Flight is almost a release i think, try what i call the Art of Believing. Take as long as it takes for you but start making yourself believe you'll fly in your dreams, the way you do this is that any time the thougt pops up in your head tell yourself it will and happen because there is no other option other than for it to happen. Actually say it outloud if you have to and it will eventually become a reality where you naturally believe you will do it, then you will start to naturally expect to do it. Also, Meditation and then vivid day dreaming of how it would feel and how you would do it and allow yourself to feel any of the strong emotions that come with the day dreaming. It may take a while but if you put an open mind to it you can achieve anything. Just start practicing the AoB and work from there.

----------


## DreamVortex

Pyrokinesis and Telekinesis  :smiley:

----------


## neville

Through knowing the truths one can avoid the negativity associated with descending unto the mind of another. The law of time is what we use to build calanders but it is important to realise that I am capable of this aswell. A very intensive application would be the tolzkin. The entrance to plato's school of philosophy is reputed to have read "No man ignorant of geomettry shall enter here".

----------


## Rainbows in my Veins

After reviewing my DJ, I've found I am always able to fly, whether with wings or just jumping and going Superman style.  Flying is one of my dream signs, I think, but I'm not sure, considering I just started six days ago.  Now I have to change my sig.

----------


## lucidreamsavy

Um, odd, I normally have fine control, end of story, but it seems like if the dream is more vivid, I am less likely able to fly  ::shock:: , though that isn't all too often a problem.  So, if it's a bit fuzzier, I am more guaranteed to fly.  One thing that never fails me is my:

-"magic finger", or "magic hand", so I can do tasks without me touching anything.  It's very handy, especially with the TOTM

and, as I said, flying and ocassionally teleporting

----------


## dark_grimmjow

> I've only really "mastered" telekinesis and time control. HOW THE HECK CAN I FLY?!?!

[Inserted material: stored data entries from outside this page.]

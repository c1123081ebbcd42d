"""The intake page: comments seen by a colleague, decisions, the crosstab explorer."""

from __future__ import annotations

import csv
import io
from pathlib import Path

import numpy as np
import pandas as pd
from playwright.sync_api import Page, expect

from server.demo.scenario import deliveries
from tests.browser.conftest import intake_id, screenshot_widths, sign_in

LANDINGS = "brannock-landings-2031-w10.csv"
SAMPLES = "saltmere-samples-2031-w10.csv"
TIDE = "gullwick-2031-03.csv"


def demo_frame(name: str) -> pd.DataFrame:
    content = next(d.content for d in deliveries() if d.filename == name)
    return pd.read_csv(io.BytesIO(content), dtype=str)


def test_comment_on_a_flag_is_seen_by_another_user(page: Page, new_page, live_server: str):
    sign_in(page, live_server, "demo-reviewer")
    number = intake_id(page, live_server, SAMPLES)
    page.goto(f"{live_server}/intakes/{number}")
    group = page.locator(".flag-group", has=page.locator("h3 a", has_text="dissolved_oxygen_mg_l"))
    discussion = group.locator(".discussion").first
    discussion.locator("summary").click()
    text = "The lab writes n/a when the oxygen probe was not taken out; ask for blanks."
    discussion.get_by_label("Comment").fill(text)
    discussion.get_by_role("button", name="Post").click()
    page.wait_for_load_state("load")
    expect(group.locator(".comment-body").first).to_have_text(text)

    colleague = sign_in(new_page(), live_server, "demo-admin")
    colleague.goto(f"{live_server}/intakes/{number}")
    comment = colleague.locator(".flag-group .comment-body", has_text=text)
    expect(comment).to_have_count(1)
    expect(colleague.locator(".comment-meta", has_text="demo-reviewer").first).to_be_visible()
    # The colleague resolves the discussion; it stays, marked resolved.
    thread = colleague.locator(".discussion", has=colleague.locator(".comment-body", has_text=text))
    thread.locator("summary").click()
    thread.get_by_role("button", name="Resolve").click()
    expect(thread.locator(".comment-meta").first).to_contain_text("resolved by demo-admin")


def test_decision_is_recorded_with_its_reason(page: Page, live_server: str) -> None:
    sign_in(page, live_server, "demo-reviewer")
    number = intake_id(page, live_server, TIDE)
    page.goto(f"{live_server}/intakes/{number}")
    form = page.locator("#decision-form")
    form.get_by_label("reject").check()
    form.get_by_role("button", name="Record the decision").click()
    expect(page.locator("#decision-message")).to_contain_text(
        "needs a reason"
    )  # said before sending
    form.get_by_label("Reason").fill("Probe dropouts written as -999 in 3 % of readings.")
    form.get_by_role("button", name="Record the decision").click()
    current = page.locator("#current-decision")
    expect(current).to_contain_text("reject")
    expect(current).to_contain_text("Probe dropouts written as -999")
    expect(current).to_contain_text("demo-reviewer")


def test_crosstab_explorer_with_a_filter_matches_pandas(page: Page, live_server: str) -> None:
    sign_in(page, live_server)
    page.goto(f"{live_server}/intakes/{intake_id(page, live_server, LANDINGS)}")
    page.get_by_label("Rows", exact=True).select_option("species")
    page.get_by_label("Columns", exact=True).select_option("grade")
    page.get_by_label("Only rows where").select_option("vessel")
    values = page.get_by_label("is", exact=True)
    expect(values.locator("option[value='BB-003']")).to_have_count(1)
    values.select_option("BB-003")
    page.get_by_role("button", name="Cross").click()
    table = page.locator("#explorer-table")
    expect(table).to_be_visible()
    expect(page.locator("#explorer-figure .main-svg").first).to_be_attached()

    # Reference: pandas crosstab of the same file, rows where vessel is BB-003; rows with
    # a missing grade are left out, as pandas does.
    frame = demo_frame(LANDINGS)
    expected = pd.crosstab(frame.loc[frame.vessel == "BB-003", "species"], frame["grade"])
    shown_columns = table.locator("thead th").all_inner_texts()[1:]
    assert shown_columns == list(expected.columns)
    for body_row in table.locator("tbody tr").all():
        label = body_row.locator("th").inner_text()
        counts = [int(c) for c in body_row.locator("td").all_inner_texts()]
        assert counts == expected.loc[label].tolist(), label
    assert sorted(table.locator("tbody th").all_inner_texts()) == sorted(expected.index)
    expect(page.locator("#explorer-summary")).to_contain_text(f"{int(expected.values.sum())} rows")


def test_intake_page_at_both_widths(page: Page, live_server: str, screenshot_dir: Path) -> None:
    sign_in(page, live_server)
    page.goto(f"{live_server}/intakes/{intake_id(page, live_server, LANDINGS)}")
    for _ in range(30):
        page.mouse.wheel(0, 900)
        page.wait_for_timeout(50)
    page.wait_for_function(
        "() => [...document.querySelectorAll('[data-figure]')].filter(e => e.offsetParent)"
        ".every(e => e.dataset.state === 'drawn' && e.querySelector('.main-svg'))"
    )
    page.evaluate("window.scrollTo(0, 0)")
    screenshot_widths(page, screenshot_dir, "intake")


def test_downloads_from_the_intake_page(page: Page, live_server: str) -> None:
    sign_in(page, live_server)
    page.goto(f"{live_server}/intakes/{intake_id(page, live_server, LANDINGS)}")
    with page.expect_download() as caught:
        page.get_by_role("link", name="column summary (CSV)").click()
    summary = caught.value
    assert summary.suggested_filename == f"{LANDINGS}.columns.csv"
    rows = list(csv.reader(io.StringIO(Path(summary.path()).read_text(encoding="utf-8-sig"))))
    assert rows[0][:3] == ["position", "name", "kind"]
    assert [r[1] for r in rows[1:]] == list(demo_frame(LANDINGS).columns)
    with page.expect_download() as caught:
        page.get_by_role("link", name="standalone report (HTML)").click()
    report = Path(caught.value.path()).read_text(encoding="utf-8")
    assert "Tidewaiter intake report" in report and "price_per_kg" in report
    profile = page.request.get(
        f"{live_server}/api/v1/intakes/{intake_id(page, live_server, LANDINGS)}/profile"
    )
    assert profile.json()["dataset"]["rows"] == len(demo_frame(LANDINGS))


def test_choosing_another_baseline_compares_against_it(page: Page, live_server: str) -> None:
    sign_in(page, live_server)
    april = intake_id(page, live_server, "gullwick-2031-04.csv")
    page.goto(f"{live_server}/intakes/{intake_id(page, live_server, 'gullwick-2031-05.csv')}")
    changes = page.locator("#changes")
    # By default the baseline is the last accepted delivery: March (April was rejected).
    expect(changes).to_contain_text("gullwick-2031-03.csv")
    page.get_by_label("Compare with").select_option(str(april))
    changes.get_by_role("button", name="Compare").click()
    expect(changes.get_by_role("link", name=f"#{april} gullwick-2031-04.csv")).to_be_visible()
    drift = page.locator("[data-figure=fig-drift]")
    drift.scroll_into_view_if_needed()
    expect(drift.locator(".main-svg").first).to_be_attached()


def test_intake_page_follows_profiling_until_the_result(page: Page, live_server: str) -> None:
    sign_in(page, live_server)
    rng = np.random.default_rng(8)
    # Wide enough that profiling takes a moment: 120 invented gauge columns.
    frame = pd.DataFrame({f"gauge_{i:03d}": rng.normal(5, 1, 8000).round(3) for i in range(120)})
    csrf = page.locator("meta[name=csrf-token]").get_attribute("content") or ""
    answer = page.request.post(
        f"{live_server}/api/v1/intakes",
        headers={"X-CSRF-Token": csrf, "Origin": live_server},
        multipart={
            "supplier": "Saltmere water-quality lab",
            "file": {
                "name": "gauges.csv",
                "mimeType": "text/csv",
                "buffer": frame.to_csv(index=False).encode(),
            },
        },
    )
    assert answer.status == 201, answer.text()
    page.goto(f"{live_server}/intakes/{answer.json()['id']}")
    # Profiling such a file takes seconds; the page, opened at once, shows its progress.
    expect(page.locator("#job-progress")).to_be_visible()
    expect(page.locator("#job-text")).to_contain_text(" %")
    # The page reloads itself when the worker is done: no manual reload.
    expect(page.get_by_role("heading", name="Verdict")).to_be_visible(timeout=120_000)
    expect(page.locator("article.card")).to_have_count(120)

If your good at telekinesis, you could try picking yourself up with telekinesis and push yourself through the air.  It could be your own unique way of flying! ::D:

----------


## MementoMori

> If your good at telekinesis, you could try picking yourself up with telekinesis and push yourself through the air.  It could be your own unique way of flying!



Very good point!

----------


## Hukif

Hm, Teleportation? My favority power, so should be good at it.

----------


## dark_grimmjow

> Very good point!



Just thinking out of the box.  The best kind of mindset to have when dealing with lucid dreaming is one that is out of the box.  :wink2:

----------


## Supernova

Well, I seemed to always be good at flying and passing through walls/ceilings.  I'm not sure why, but the 2 always were easy for me.

----------


## Zezarict

> Pyrokinesis and Telekinesis



Pyrokinesis is also something i'm really good at

----------


## John11

None.  After the many LD's I've had, it seems nothing can be taken for granted.  Sometimes I can fly without any difficulty and sometimes I can't even walk.  Sometimes I can create amazing music and sometimes I can't even make a sound.  Sometimes I can teleport to wherever I want and sometimes I just appear to be nowhere.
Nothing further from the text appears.